7. Parallelization#

Parallelization in MULT_FRONT is done by Openmp directives. These guidelines are placed in the following routines:

Symmetric real case: MLTFMJ, MLTFLJ

Symmetric complex case: MLTCMJ, MLTCLJ

Non-symmetric real case: MLNFMJ, MLNFLJ

Complex non-symmetric case: MLNCMJ, MLNCLJ

The parallelization implemented is « said » internal, it takes place within the process of eliminating a supernode. The elimination of supernodes, called « external » ones, can also be parallelized. But it is not implemented for the following reason: The simultaneous elimination of several supernodes requires more memory than the sequential version. However, the concern for memory occupancy has always predominated that of saving rendering time during the previous developments of MULT_FRONT.

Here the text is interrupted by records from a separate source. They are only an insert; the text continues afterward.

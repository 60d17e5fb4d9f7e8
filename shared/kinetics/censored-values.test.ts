import { describe, expect, it } from 'vitest';
import { analyseDataset } from './analyse-dataset.ts';
import {
  applyCensoredRule,
  censoredCount,
  censoredExclusionReason,
  censoredRuleSentence,
} from './censored-values.ts';
import { KineticsError } from './numeric/kinetics-error.ts';
import type { StudyAttribute } from './stability/study-attributes.ts';
import type { Series } from './types.ts';

const IMPURITY: StudyAttribute = {
  name: 'Impurity B',
  unit: '% area',
  direction: 'increasing',
  lowerLimit: null,
  upperLimit: 0.5,
  workingOrder: null,
  workingOrderReason: '',
  censoredRule: 'exclude',
  censoredValue: null,
  massBalanceRole: null,
};

/** Invented: an impurity below the reporting limit at the first two pulls, then rising. */
function impuritySeries(): Series {
  return {
    id: 'Impurity B · B1 @ 25 °C',
    attribute: 'Impurity B',
    batch: 'B1',
    temperatureC: 25,
    timeUnit: 'month',
    valueUnit: '% area',
    observations: [
      { time: 0, value: 0.05, censored: { text: '< 0.05', limit: 0.05 }, source: { cell: 'C2' } },
      { time: 3, value: 0, censored: { text: '<LOQ' }, source: { cell: 'C3' } },
      { time: 6, value: 0.08, source: { cell: 'C4' } },
      { time: 9, value: 0.11, source: { cell: 'C5' } },
      { time: 12, value: 0.15, source: { cell: 'C6' } },
      { time: 18, value: 0.21, source: { cell: 'C7' } },
    ],
  };
}

describe('applyCensoredRule', () => {
  it("'exclude' leaves each censored point out of the fit with the contract's reason and keeps its text", () => {
    const [ruled] = applyCensoredRule([impuritySeries()], IMPURITY);
    expect(ruled!.observations[0]).toEqual({
      time: 0,
      value: 0.05,
      censored: { text: '< 0.05', limit: 0.05 },
      source: { cell: 'C2' },
      excluded: { reason: "reported below the limit (< 0.05): excluded from the fit by the study's rule" },
    });
    expect(ruled!.observations[1]!.excluded).toEqual({ reason: censoredExclusionReason('<LOQ') });
    expect(ruled!.observations.slice(2).every((point) => point.excluded === undefined)).toBe(true);
  });

  it('the engine then fits only the measured points and states each exclusion with its cell', () => {
    const [ruled] = applyCensoredRule([impuritySeries()], IMPURITY);
    const analysis = analyseDataset([ruled!], { upperLimit: 0.5, direction: 'increasing' });
    expect(analysis.series[0]!.analysis!.n).toBe(4);
    expect(analysis.methodStatement.data.excludedPoints.map((point) => point.cell)).toEqual(['C2', 'C3']);
    expect(analysis.methodStatement.text).toContain(
      "Impurity B · B1 @ 25 °C at time 3 (value 0, C3): reported below the limit (<LOQ): excluded from the fit by the study's rule",
    );
  });

  it("'stated-value' fits the censored points at the study's value and keeps their text", () => {
    const stated = { ...IMPURITY, censoredRule: 'stated-value' as const, censoredValue: 0.025 };
    const [ruled] = applyCensoredRule([impuritySeries()], stated);
    expect(ruled!.observations.slice(0, 2)).toEqual([
      { time: 0, value: 0.025, censored: { text: '< 0.05', limit: 0.05 }, source: { cell: 'C2' } },
      { time: 3, value: 0.025, censored: { text: '<LOQ' }, source: { cell: 'C3' } },
    ]);
    const analysis = analyseDataset([ruled!], { upperLimit: 0.5, direction: 'increasing' });
    expect(analysis.series[0]!.analysis!.n).toBe(6);
  });

  it('a point the analyst excluded keeps the analyst’s reason', () => {
    const series = impuritySeries();
    series.observations[1]!.excluded = { reason: 'vial cracked at the 3-month pull' };
    const [ruled] = applyCensoredRule([series], IMPURITY);
    expect(ruled!.observations[1]!.excluded).toEqual({ reason: 'vial cracked at the 3-month pull' });
  });

  it('returns series without censored points as the very same objects, and never changes its input', () => {
    const plain: Series = { ...impuritySeries(), observations: impuritySeries().observations.slice(2) };
    const censored = impuritySeries();
    const before = JSON.stringify(censored);
    const [first, second] = applyCensoredRule([plain, censored], IMPURITY);
    expect(first).toBe(plain);
    expect(second).not.toBe(censored);
    expect(JSON.stringify(censored)).toBe(before);
  });

  it("refuses 'stated-value' without a value, naming the attribute, the series and the point", () => {
    const unstated = { ...IMPURITY, censoredRule: 'stated-value' as const, censoredValue: null };
    expect(() => applyCensoredRule([impuritySeries()], unstated)).toThrow(KineticsError);
    expect(() => applyCensoredRule([impuritySeries()], unstated)).toThrow(
      /^Impurity B: the study fits results below the limit at a stated value but states none \(Impurity B · B1 @ 25 °C at time 0, "< 0.05"\)/,
    );
    // Without a censored point there is nothing to refuse.
    const plain: Series = { ...impuritySeries(), observations: impuritySeries().observations.slice(2) };
    expect(applyCensoredRule([plain], unstated)).toEqual([plain]);
  });
});

describe('censoredRuleSentence', () => {
  it('states the rule and the texts for the method statement, and nothing when no point is censored', () => {
    expect(censoredCount([impuritySeries()])).toBe(2);
    expect(censoredRuleSentence([impuritySeries()], IMPURITY)).toBe(
      'Results below the limit (Impurity B). 2 results reported below a limit ("< 0.05", "<LOQ") were excluded from the fit by the study\'s rule; they are shown with their text.',
    );
    expect(
      censoredRuleSentence([impuritySeries()], {
        ...IMPURITY,
        censoredRule: 'stated-value',
        censoredValue: 0.025,
      }),
    ).toBe(
      'Results below the limit (Impurity B). 2 results reported below a limit ("< 0.05", "<LOQ") were fitted at the value the study states, 0.025 % area; they are shown with their text.',
    );
    const plain: Series = { ...impuritySeries(), observations: impuritySeries().observations.slice(2) };
    expect(censoredRuleSentence([plain], IMPURITY)).toBeNull();
  });
});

Internal parallelization does not require any additional memory than the sequential version, nor does it require any special code development, only the simple addition of directives.

We will describe the parallelization of routine MLTFMJ, that of MLTFLJ follows the same principles, as well as the other routines mentioned above.

_images/1000000000000387000001F0A155001D3E4232DB.png

Figure 9 Front Matrix Update Diagram

The figure above shows a diagram of how the front-end matrix is updated when a node is eliminated. The triangle represents the lower part of the front matrix, and the 2 rectangles represent the columns of the factored matrix, columns corresponding only to the supernode eliminated. At first, we will reason by columns. We know that column \(\mathit{k1}\) of the front matrix is updated by subtracting from it the product of the sub-block of columns (shaded above) by row \(\mathit{k1}\) (multiplied by the diagonal terms itself). (Blas2 operation). This update operation is parallelized without problems by an OpenMP directive, the columns of the front-end matrix are adjacent, there is no conflict of addresses. All variables are shared except loop indices and local variables. We saw above that for the sake of performance, one works by block of columns, in order to use Blas3, the parallelization mentioned above is therefore in fact carried out on the blocks of columns and not on the columns themselves.

Code Overview:

C$ OMP PARALLEL DO DEFAULT (PRIVATE)

C$ OMP + SHARED (N, M, P, P, NMB,,,, NB, NB, RESTM, FRONT, ADPER, DECAL, FRN,, TRAV, C)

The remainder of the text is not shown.